What the task requires
Determine how many lines in the entries below contain "largestRootByNewton", and output that number alone.
Segment Start: Records shown
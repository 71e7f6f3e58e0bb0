package org.ventcase.thermo;

/**
 * Real roots of Z^3 + c2 Z^2 + c1 Z + c0 = 0 by the analytic solution, each root then polished
 * by Newton's method on the original cubic. Never successive substitution.
 *
 * <p>Method: the substitution Z = t - c2/3 gives the depressed cubic t^3 + p t + q = 0 with
 * discriminant D = (q/2)^2 + (p/3)^3. For D > 0 there is one real root, taken from Cardano's
 * formula in the cancellation-free form t = u - p/(3u), u = cbrt(-q/2 - sign(q) sqrt D). For
 * D <= 0 there are three real roots, from Viete's trigonometric form
 * t_k = 2 sqrt(-p/3) cos(phi/3 - 2 pi k/3), cos phi = (3q/(2p)) sqrt(-3/p).
 * Source: W.H. Press et al., Numerical Recipes, 3rd ed., 2007, section 5.6.
 *
 * <p>Classification: a root pair is treated as coincident when the discriminant is within
 * round-off of zero relative to its terms; with p also within round-off of zero, all three
 * coincide (the critical point). Stateless and thread-safe.
 */
public final class CubicSolver {

    /** Relative size of the discriminant below which two roots are taken as equal. */
    static final double DISCRIMINANT_TOLERANCE = 1e-10;

    private CubicSolver() {
    }

    /**
     * Solves the cubic and splits the roots at the co-volume B.
     *
     * @param b dimensionless co-volume B = b P / (R T); physical roots satisfy Z > B
     */
    public static CubicRoots solve(double c2, double c1, double c0, double b) {
        double[] all = new double[3];
        int n = realRoots(c2, c1, c0, all);
        RootCase rc = classify(c2, c1, c0, n);
        if (rc == RootCase.DOUBLE || rc == RootCase.TRIPLE) {
            n = repeatedRoots(c2, c1, c0, rc, all);
        }
        int nPhys = 0;
        for (int i = 0; i < n; i++) {
            if (all[i] > b) {
                nPhys++;
            }
        }
        double[] phys = new double[nPhys];
        double[] rej = new double[n - nPhys];
        int ip = 0;
        int ir = 0;
        for (int i = 0; i < n; i++) {
            if (all[i] > b) {
                phys[ip++] = all[i];
            } else {
                rej[ir++] = all[i];
            }
        }
        return new CubicRoots(phys, rej, rc);
    }

    /**
     * The real roots in ascending order, written into {@code out}; returns how many (1 or 3;
     * repeated roots are returned repeated).
     */
    static int realRoots(double c2, double c1, double c0, double[] out) {
        double c2over3 = c2 / 3.0;
        double p = c1 - c2 * c2over3;
        double q = (2.0 * c2over3 * c2over3 - c1) * c2over3 + c0;
        double halfQ = 0.5 * q;
        double thirdP = p / 3.0;
        double disc = halfQ * halfQ + thirdP * thirdP * thirdP;
        if (disc > 0) {
            double sq = Math.sqrt(disc);
            double u = Math.cbrt(-halfQ - Math.copySign(sq, halfQ));
            double t = u == 0.0 ? 0.0 : u - thirdP / u;
            out[0] = polish(t - c2over3, c2, c1, c0);
            return 1;
        }
        if (thirdP >= 0) {
            // p = 0 and q = 0: triple root
            double z = -c2over3;
            out[0] = z;
            out[1] = z;
            out[2] = z;
            return 3;
        }
        double r = Math.sqrt(-thirdP);
        double cosPhi = -halfQ / (r * r * r);
        cosPhi = Math.max(-1.0, Math.min(1.0, cosPhi));
        double phi = Math.acos(cosPhi);
        double twoR = 2.0 * r;
        double t0 = twoR * Math.cos(phi / 3.0);
        double t1 = twoR * Math.cos((phi + 2.0 * Math.PI) / 3.0);
        double t2 = twoR * Math.cos((phi + 4.0 * Math.PI) / 3.0);
        // t1 <= t2 <= t0 for phi in [0, pi]
        out[0] = polish(t1 - c2over3, c2, c1, c0);
        out[1] = polish(t2 - c2over3, c2, c1, c0);
        out[2] = polish(t0 - c2over3, c2, c1, c0);
        if (out[0] > out[1]) {
            double tmp = out[0];
            out[0] = out[1];
            out[1] = tmp;
        }
        if (out[1] > out[2]) {
            double tmp = out[1];
            out[1] = out[2];
            out[2] = tmp;
        }
        if (out[0] > out[1]) {
            double tmp = out[0];
            out[0] = out[1];
            out[1] = tmp;
        }
        return 3;
    }

    /**
     * Roots when the discriminant is zero within round-off: for t^3 + p t + q = 0 with D = 0 the
     * simple root is 3q/p and the double root -3q/(2p) (all zero when p = q = 0).
     */
    static int repeatedRoots(double c2, double c1, double c0, RootCase rc, double[] out) {
        double c2over3 = c2 / 3.0;
        double p = c1 - c2 * c2over3;
        double q = (2.0 * c2over3 * c2over3 - c1) * c2over3 + c0;
        if (rc == RootCase.TRIPLE || p == 0.0) {
            double z = -c2over3;
            out[0] = z;
            out[1] = z;
            out[2] = z;
            return 3;
        }
        double simple = polish(3.0 * q / p - c2over3, c2, c1, c0);
        double dbl = -1.5 * q / p - c2over3;
        if (simple < dbl) {
            out[0] = simple;
            out[1] = dbl;
            out[2] = dbl;
        } else {
            out[0] = dbl;
            out[1] = dbl;
            out[2] = simple;
        }
        return 3;
    }

    /** Newton polishing, at most three steps; a step that does not reduce |f| is not taken. */
    static double polish(double z, double c2, double c1, double c0) {
        double f = ((z + c2) * z + c1) * z + c0;
        for (int i = 0; i < 3; i++) {
            double df = (3.0 * z + 2.0 * c2) * z + c1;
            if (df == 0.0) {
                break;
            }
            double zn = z - f / df;
            double fn = ((zn + c2) * zn + c1) * zn + c0;
            if (!(Math.abs(fn) < Math.abs(f))) {
                break;
            }
            z = zn;
            f = fn;
            if (f == 0.0) {
                break;
            }
        }
        return z;
    }

    static RootCase classify(double c2, double c1, double c0, int n) {
        double c2over3 = c2 / 3.0;
        double p = c1 - c2 * c2over3;
        double q = (2.0 * c2over3 * c2over3 - c1) * c2over3 + c0;
        double a = 0.25 * q * q;
        double b = p * p * p / 27.0;
        double disc = a + b;
        // Round-off scale of D: the size of its terms, and of the coefficients that made them.
        double scale = Math.max(Math.abs(a) + Math.abs(b), 1e-30)
                + Math.pow(Math.max(Math.abs(c0), Math.max(c1 * c1, Math.pow(c2, 4) / 9)), 1.5) * 1e-18;
        if (Math.abs(disc) <= DISCRIMINANT_TOLERANCE * scale) {
            double pScale = Math.abs(c1) + c2 * c2 / 3.0;
            return Math.abs(p) <= 1e-7 * Math.max(pScale, 1e-30) ? RootCase.TRIPLE : RootCase.DOUBLE;
        }
        return n == 1 ? RootCase.ONE_REAL : RootCase.THREE_DISTINCT;
    }
}
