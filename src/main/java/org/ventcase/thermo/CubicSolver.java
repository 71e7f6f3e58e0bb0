package org.ventcase.thermo;

/**
 * Real roots of Z^3 + c2 Z^2 + c1 Z + c0 = 0 by the analytic solution, polished by Newton's
 * method, then deflation. Never successive substitution.
 *
 * <p>Method: the substitution Z = t - c2/3 gives the depressed cubic t^3 + p t + q = 0 with
 * discriminant D = (q/2)^2 + (p/3)^3. One real root is taken analytically: for D > 0 from
 * Cardano's formula in the cancellation-free form t = u - p/(3u), u = cbrt(-q/2 - sign(q) sqrt D);
 * for D <= 0 the largest of Viete's trigonometric roots,
 * t = 2 sqrt(-p/3) cos(phi/3), cos phi = -(q/2)/(-p/3)^(3/2). That root is polished by Newton's
 * method and divided out; the remaining quadratic Z^2 + e1 Z + e0 (e1 = c2 + z1, e0 = -c0/z1)
 * is solved in the stable form r = -(e1 + sign(e1) sqrt(e1^2 - 4 e0))/2, e0/r. Deflation keeps
 * the small liquid-like roots accurate at low pressure, where they are many orders of magnitude
 * below the vapour root and a direct formula loses them to round-off.
 * Source: W.H. Press et al., Numerical Recipes, 3rd ed., 2007, sections 5.6 (quadratic and cubic
 * equations) and 9.5 (deflation).
 *
 * <p>Classification: the quadratic's discriminant within round-off of zero (relative 1e-10 of
 * e1^2) is a double root; a double root also equal to the first root (relative 1e-4, the
 * accuracy to which a triple root can be located in double precision) is the triple root of
 * the critical point. Stateless and thread-safe.
 */
public final class CubicSolver {

    /** Relative size of the quadratic discriminant below which two roots are taken as equal. */
    static final double DOUBLE_ROOT_TOLERANCE = 1e-10;
    /** Relative distance below which a double root and the first root form a triple root. */
    static final double TRIPLE_ROOT_TOLERANCE = 1e-4;

    private static final double[] NONE = new double[0];

    private CubicSolver() {
    }

    /**
     * Solves the cubic and splits the roots at the co-volume B.
     *
     * @param b dimensionless co-volume B = b P / (R T); physical roots satisfy Z > B
     */
    public static CubicRoots solve(double c2, double c1, double c0, double b) {
        return solve(c2, c1, c0, b, 1.0 + Math.max(Math.abs(c2), Math.max(Math.abs(c1), Math.abs(c0))));
    }

    /**
     * As {@link #solve(double, double, double, double)} with an upper bound on the largest real
     * root (the equations of state pass 1 + B).
     */
    public static CubicRoots solve(double c2, double c1, double c0, double b, double upper) {
        double[] all = new double[3];
        int code = rootsCoded(c2, c1, c0, upper, all);
        RootCase[] rc = {CASES[code]};
        int n = count(code);
        if (n == 1 && all[0] > b) {
            return CubicRoots.owning(new double[] {all[0]}, NONE, rc[0]);
        }
        int nPhys = 0;
        for (int i = 0; i < n; i++) {
            if (all[i] > b) {
                nPhys++;
            }
        }
        double[] phys = new double[nPhys];
        double[] rej = new double[n - nPhys];
        int ip = 0;
        int ir = 0;
        for (int i = 0; i < n; i++) {
            if (all[i] > b) {
                phys[ip++] = all[i];
            } else {
                rej[ir++] = all[i];
            }
        }
        return CubicRoots.owning(phys, rej, rc[0]);
    }

    /** The real roots in ascending order (repeated roots repeated); returns how many (1 or 3). */
    static int realRoots(double c2, double c1, double c0, double[] out) {
        return count(rootsCoded(c2, c1, c0, out));
    }

    static int roots(double c2, double c1, double c0, double[] out, RootCase[] kind) {
        int code = rootsCoded(c2, c1, c0, out);
        kind[0] = CASES[code];
        return count(code);
    }

    private static final RootCase[] CASES = {RootCase.ONE_REAL, RootCase.DOUBLE, RootCase.TRIPLE,
            RootCase.THREE_DISTINCT};

    /** Number of real roots (with multiplicity) for a code of {@link #rootsCoded}. */
    static int count(int code) {
        return code == 0 ? 1 : 3;
    }

    /**
     * The real roots in ascending order without allocating; returns a code for the root case:
     * 0 one real root, 1 double, 2 triple, 3 three distinct (index into {@link #CASES}).
     */
    static int rootsCoded(double c2, double c1, double c0, double[] out) {
        return rootsCoded(c2, c1, c0, 1.0 + Math.max(Math.abs(c2), Math.max(Math.abs(c1), Math.abs(c0))), out);
    }

    /**
     * As {@link #rootsCoded(double, double, double, double[])} with a caller's upper bound on the
     * largest real root (for the cubic equations of state Z <= 1 + B, since the attraction term
     * can only lower Z below v/(v - b)); a tighter start saves Newton steps.
     */
    static int rootsCoded(double c2, double c1, double c0, double upper, double[] out) {
        double zTop = largestRootByNewton(c2, c1, c0, upper);
        if (!Double.isNaN(zTop)) {
            return deflated(zTop, c2, c1, c0, out);
        }
        double c2over3 = c2 / 3.0;
        double p = c1 - c2 * c2over3;
        double q = (2.0 * c2over3 * c2over3 - c1) * c2over3 + c0;
        double halfQ = 0.5 * q;
        double thirdP = p / 3.0;
        double disc = halfQ * halfQ + thirdP * thirdP * thirdP;
        double t;
        if (disc > 0) {
            double sq = Math.sqrt(disc);
            double u = Math.cbrt(-halfQ - Math.copySign(sq, halfQ));
            t = u == 0.0 ? 0.0 : u - thirdP / u;
        } else if (thirdP < 0) {
            double r = Math.sqrt(-thirdP);
            double cosPhi = Math.max(-1.0, Math.min(1.0, -halfQ / (r * r * r)));
            t = 2.0 * r * Math.cos(Math.acos(cosPhi) / 3.0);
        } else {
            t = 0.0;
        }
        return deflated(polish(t - c2over3, c2, c1, c0), c2, c1, c0, out);
    }

    /**
     * The largest real root by Newton's method from Cauchy's upper bound 1 + max|c_i|, or NaN
     * when that does not apply. Above the inflection point Z = -c2/3 the cubic is convex, so
     * Newton's iterates from above decrease monotonically to the largest root whenever that root
     * lies at or above the inflection (always the case with three real roots). An iterate that
     * falls below the inflection means the only real root lies in the concave part: the caller
     * then takes the analytic solution. Cheaper than the trigonometric form (no acos, cos, cbrt)
     * and as accurate: iteration stops when the iterates stop decreasing, i.e. at round-off, or
     * one step earlier where quadratic convergence already puts the error below 1e-15 Z.
     * Source: W.H. Press et al., Numerical Recipes, 3rd ed., 2007, 9.4 (Newton) and 9.5 (bounds
     * and deflation); Cauchy's bound on polynomial roots.
     */
    static double largestRootByNewton(double c2, double c1, double c0, double upper) {
        double inflection = -c2 / 3.0;
        double z = upper;
        if (!(((z + c2) * z + c1) * z + c0 > 0)) {
            return Double.NaN;
        }
        double lastStep = Double.POSITIVE_INFINITY;
        for (int i = 0; i < 100; i++) {
            double f = ((z + c2) * z + c1) * z + c0;
            double df = (3.0 * z + 2.0 * c2) * z + c1;
            if (!(df > 0)) {
                return Double.NaN;
            }
            double zn = z - f / df;
            if (zn < inflection) {
                return Double.NaN;
            }
            if (!(zn < z)) {
                return z;
            }
            double step = z - zn;
            // In the quadratic regime (a step under 1e-3 of the one before, which the linear
            // convergence at a double or triple root never gives) the error left after a step s
            // is about (s/s_prev^2) s^2 <= 1e-3 s^2/s_prev <= 1e-6 s: below 1e-15 z once
            // s <= 1e-9 z, so the confirming step that would change nothing is skipped.
            if (step <= 1e-9 * Math.abs(zn) && step <= 1e-3 * lastStep) {
                return zn;
            }
            lastStep = step;
            z = zn;
        }
        return Double.NaN;
    }

    /**
     * A start for {@link #largestRootByNewton} closer than the bound: {@code guess} where it is
     * provably above the largest real root, else {@code upper}. Proof: above the inflection point
     * Z = -c2/3 a cubic with f' > 0 has passed its local minimum (if any), so f > 0 there means
     * every real root lies below.
     */
    static double startAbove(double c2, double c1, double c0, double guess, double upper) {
        if (guess < upper && guess > -c2 / 3.0) {
            double f = ((guess + c2) * guess + c1) * guess + c0;
            double df = (3.0 * guess + 2.0 * c2) * guess + c1;
            if (f > 0 && df > 0) {
                return guess;
            }
        }
        return upper;
    }

    /** Deflates a known real root z1 and solves the remaining quadratic in stable form. */
    static int deflated(double z1, double c2, double c1, double c0, double[] out) {
        // Deflate: (Z - z1)(Z^2 + e1 Z + e0)
        double e1 = c2 + z1;
        double e0 = z1 != 0.0 ? -c0 / z1 : c1 + z1 * e1;
        double qd = e1 * e1 - 4.0 * e0;
        double tol = DOUBLE_ROOT_TOLERANCE * Math.max(e1 * e1, Math.abs(4.0 * e0));
        if (qd < -tol) {
            out[0] = z1;
            return 0;
        }
        double z2;
        double z3;
        int code;
        if (Math.abs(qd) <= tol) {
            z2 = -0.5 * e1;
            z3 = z2;
            code = Math.abs(z2 - z1) <= TRIPLE_ROOT_TOLERANCE * Math.max(Math.abs(z1), 1e-300) ? 2 : 1;
            if (code == 2) {
                double mean = (z1 + 2 * z2) / 3.0;
                z1 = mean;
                z2 = mean;
                z3 = mean;
            }
        } else {
            double r = -0.5 * (e1 + Math.copySign(Math.sqrt(qd), e1));
            z2 = polish(r, c2, c1, c0);
            z3 = r != 0.0 ? polish(e0 / r, c2, c1, c0) : 0.0;
            code = 3;
        }
        sort3(z1, z2, z3, out);
        return code;
    }

    private static void sort3(double a, double b, double c, double[] out) {
        double lo = Math.min(a, Math.min(b, c));
        double hi = Math.max(a, Math.max(b, c));
        out[0] = lo;
        out[1] = a + b + c - lo - hi;
        out[2] = hi;
    }

    /** Newton polishing, at most three steps; a step that does not reduce |f| is not taken. */
    static double polish(double z, double c2, double c1, double c0) {
        double f = ((z + c2) * z + c1) * z + c0;
        for (int i = 0; i < 3 && f != 0.0; i++) {
            double df = (3.0 * z + 2.0 * c2) * z + c1;
            if (df == 0.0) {
                break;
            }
            double zn = z - f / df;
            double fn = ((zn + c2) * zn + c1) * zn + c0;
            if (!(Math.abs(fn) < Math.abs(f))) {
                break;
            }
            z = zn;
            f = fn;
        }
        return z;
    }
}
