package org.ventcase.thermo;

import java.util.Locale;

/**
 * A volume translation c(T) of one component: v = v_cubic - c(T), mixed linearly,
 * c = sum x_i c_i(T). Because c depends on temperature only (never on density), both phases of a
 * pure fluid, and every phase of a mixture through its ln phi_i, shift by the same c_i P/(R T):
 * vapour pressure, K-values and every phase split are exactly those of the untranslated cubic.
 *
 * <p>What a temperature-dependent c does to the other properties (the translated Gibbs energy is
 * G = G_cubic - P c(T) at given T and P): S = S_cubic + P dc/dT, H = H_cubic - P (c - T dc/dT),
 * Cp = Cp_cubic + P T d2c/dT2, (dv/dT)_P = (dv_cubic/dT)_P - dc/dT, (dv/dP)_T unchanged. Ventcase
 * applies the enthalpy term wherever a translated basis enters an energy balance
 * ({@link CubicModel#translatedEnthalpyShift}) and the others in
 * {@link CubicModel#properties} on the translated basis (Cv, k, isentropic exponent, speed of
 * sound and Joule-Thomson coefficient follow from them). The P T c'' term is not negligible near
 * the top anchor: at 5 MPa up to 25 % of Cp for carbon monoxide and 12 % for propane at Tr 0.89,
 * smaller at the pressures of saturated storage. The anchors stop at 0.90 Tc with a 0.10 Tc
 * smoothstep taper because closer to Tc the cubic's liquid volume and the correlation part so fast
 * that c'' (and so Cp) swings by up to 90 % (anchors to 0.95 Tc with a 0.05 Tc taper, measured);
 * the price is a liquid density up to 2.3 % low at Tr 0.925 (n-nonane; docs/accuracy.md). A pure fluid's
 * latent heat is unchanged by any translation.
 */
public interface VolumeTranslation {

    /** c at T, m3/mol. */
    double c(double t);

    /** dc/dT at T, m3/(mol K). */
    double dcdT(double t);

    /** d2c/dT2 at T, m3/(mol K2). */
    double d2cdT2(double t);

    /** Whether c changes with temperature. */
    boolean temperatureDependent();

    /** One line for the trace and the sheet: the form, and its source. */
    String describe();

    /**
     * A constant translation.
     *
     * @param source where c comes from
     */
    record Constant(double c, String source) implements VolumeTranslation {
        @Override
        public double c(double t) {
            return c;
        }

        @Override
        public double dcdT(double t) {
            return 0;
        }

        @Override
        public double d2cdT2(double t) {
            return 0;
        }

        @Override
        public boolean temperatureDependent() {
            return false;
        }

        @Override
        public String describe() {
            return String.format(Locale.US, "constant, c = %.4g cm3/mol (%s)", c * 1e6, source);
        }
    }

    /**
     * The translation that makes the cubic's saturated-liquid volume equal a published
     * saturated-liquid density correlation: c(T) = v_L,cubic(T) - v_L,correlation(T), evaluated at
     * uniformly spaced temperatures from max(T_min of the correlation, 0.3 Tc) to 0.90 Tc and
     * joined by a natural cubic spline (continuous c, c' and c''). Outside that range c' goes to
     * zero along a smoothstep over {@link #TAPER} Tc and c is constant beyond, so c, c' and c'' stay
     * continuous for a supercritical component of a mixture and for cold states.
     */
    final class Anchored implements VolumeTranslation {
        /** Number of anchor temperatures. */
        static final int NODES = 66;
        /** Highest anchor, as a fraction of Tc. */
        static final double TR_HIGH = 0.90;
        /** Lowest anchor, as a fraction of Tc, unless the correlation starts higher. */
        static final double TR_LOW = 0.30;
        /** Width of the taper outside the anchors, as a fraction of Tc. */
        static final double TAPER = 0.10;

        private final double lo;
        private final double h;
        private final double[] y;
        private final double[] m2;
        private final double w;
        private final double slopeLo;
        private final double slopeHi;
        private final String source;

        private Anchored(double lo, double h, double[] y, double[] m2, double w, String source) {
            this.lo = lo;
            this.h = h;
            this.y = y;
            this.m2 = m2;
            this.w = w;
            this.source = source;
            this.slopeLo = splineSlope(0, 0.0);
            this.slopeHi = splineSlope(y.length - 2, 1.0);
        }

        /**
         * Builds the translation of one component from its untranslated one-component model.
         *
         * @throws org.ventcase.common.VentcaseException when a saturation point cannot be found
         */
        static Anchored build(CubicModel raw, SaturatedLiquidDensity.Correlation corr) {
            double tc = raw.tc(0);
            double mw = raw.components().get(0).molarMass();
            double tLo = Math.max(corr.tMinK(), TR_LOW * tc);
            double tHi = TR_HIGH * Math.min(tc, corr.tMaxK());
            if (!(tHi > tLo)) {
                throw new IllegalArgumentException("no anchor range for " + corr.component());
            }
            int n = NODES;
            double h = (tHi - tLo) / (n - 1);
            double[] y = new double[n];
            PureSaturation sat = new PureSaturation(raw);
            for (int i = 0; i < n; i++) {
                double t = tLo + i * h;
                double vl = sat.liquidMolarVolumeCubic(t);
                y[i] = vl - corr.molarVolume(t, mw);
                if (!Double.isFinite(y[i])) {
                    throw new org.ventcase.common.NoSolutionException("volumeTranslation", String.format(Locale.US,
                            "the translation of %s at %.2f K is not finite", corr.component(), t));
                }
            }
            return new Anchored(tLo, h, y, naturalSecondDerivatives(y, h), TAPER * tc,
                    "anchored on " + corr.source());
        }

        /** Second derivatives of the natural cubic spline through y on a uniform grid (Thomas algorithm). */
        static double[] naturalSecondDerivatives(double[] y, double h) {
            int n = y.length;
            double[] m = new double[n];
            if (n < 3) {
                return m;
            }
            double[] cp = new double[n];
            double[] dp = new double[n];
            for (int i = 1; i < n - 1; i++) {
                double rhs = 6.0 * (y[i + 1] - 2.0 * y[i] + y[i - 1]) / (h * h);
                double denom = 4.0 - (i > 1 ? cp[i - 1] : 0.0);
                cp[i] = 1.0 / denom;
                dp[i] = (rhs - (i > 1 ? dp[i - 1] : 0.0)) / denom;
            }
            for (int i = n - 2; i >= 1; i--) {
                m[i] = dp[i] - cp[i] * m[i + 1];
            }
            return m;
        }

        private double splineSlope(int i, double b) {
            double a = 1.0 - b;
            return (y[i + 1] - y[i]) / h - (3 * a * a - 1) / 6.0 * h * m2[i] + (3 * b * b - 1) / 6.0 * h * m2[i + 1];
        }

        private double hi() {
            return lo + (y.length - 1) * h;
        }

        /** {c, c', c''} at t. */
        private void eval(double t, double[] out) {
            double tHi = hi();
            // Outside the anchors c' goes to zero along a smoothstep, 1 - 3u^2 + 2u^3 (u = distance / w),
            // whose slope is zero at both ends: c, c' and c'' stay continuous (the natural spline's c''
            // is zero at its ends), so no heat capacity or load steps at the joins.
            if (t < lo) {
                double u = Math.min((lo - t) / w, 1.0);
                out[0] = y[0] - slopeLo * w * (u - u * u * u + 0.5 * u * u * u * u);
                out[1] = slopeLo * (1 - 3 * u * u + 2 * u * u * u);
                out[2] = slopeLo * 6 * u * (1 - u) / w;
                return;
            }
            if (t > tHi) {
                double u = Math.min((t - tHi) / w, 1.0);
                int last = y.length - 1;
                out[0] = y[last] + slopeHi * w * (u - u * u * u + 0.5 * u * u * u * u);
                out[1] = slopeHi * (1 - 3 * u * u + 2 * u * u * u);
                out[2] = -slopeHi * 6 * u * (1 - u) / w;
                return;
            }
            int i = Math.min((int) ((t - lo) / h), y.length - 2);
            double b = (t - (lo + i * h)) / h;
            double a = 1.0 - b;
            out[0] = a * y[i] + b * y[i + 1] + ((a * a * a - a) * m2[i] + (b * b * b - b) * m2[i + 1]) * h * h / 6.0;
            out[1] = (y[i + 1] - y[i]) / h - (3 * a * a - 1) / 6.0 * h * m2[i] + (3 * b * b - 1) / 6.0 * h * m2[i + 1];
            out[2] = a * m2[i] + b * m2[i + 1];
        }

        private double part(double t, int which) {
            double[] o = new double[3];
            eval(t, o);
            return o[which];
        }

        @Override
        public double c(double t) {
            return part(t, 0);
        }

        @Override
        public double dcdT(double t) {
            return part(t, 1);
        }

        @Override
        public double d2cdT2(double t) {
            return part(t, 2);
        }

        @Override
        public boolean temperatureDependent() {
            return true;
        }

        /** The anchor range, K: {lowest, highest}. */
        public double[] anchorRange() {
            return new double[] {lo, hi()};
        }

        @Override
        public String describe() {
            return String.format(Locale.US,
                    "temperature-dependent, c(T) = v_L,cubic - v_L,correlation at saturation, %.1f-%.1f K (%s)", lo,
                    hi(), source);
        }
    }
}
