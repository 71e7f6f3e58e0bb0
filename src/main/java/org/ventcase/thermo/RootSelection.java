package org.ventcase.thermo;

/**
 * The root chosen for a requested phase and why.
 *
 * @param z          the chosen compressibility factor (raw cubic root)
 * @param roots      all real roots
 * @param reason     one sentence: which root was chosen and why
 * @param liquidLike whether the chosen root is the liquid-like one (smaller volume) by the
 *                   criterion stated in {@link CubicModel#select}
 * @param requestedMissing true when the caller asked for a liquid or vapour root that does not
 *                   exist at these conditions (only one real root); the single root is returned
 */
public record RootSelection(double z, CubicRoots roots, String reason, boolean liquidLike, boolean requestedMissing) {
}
Segment End: Records shown
Response
3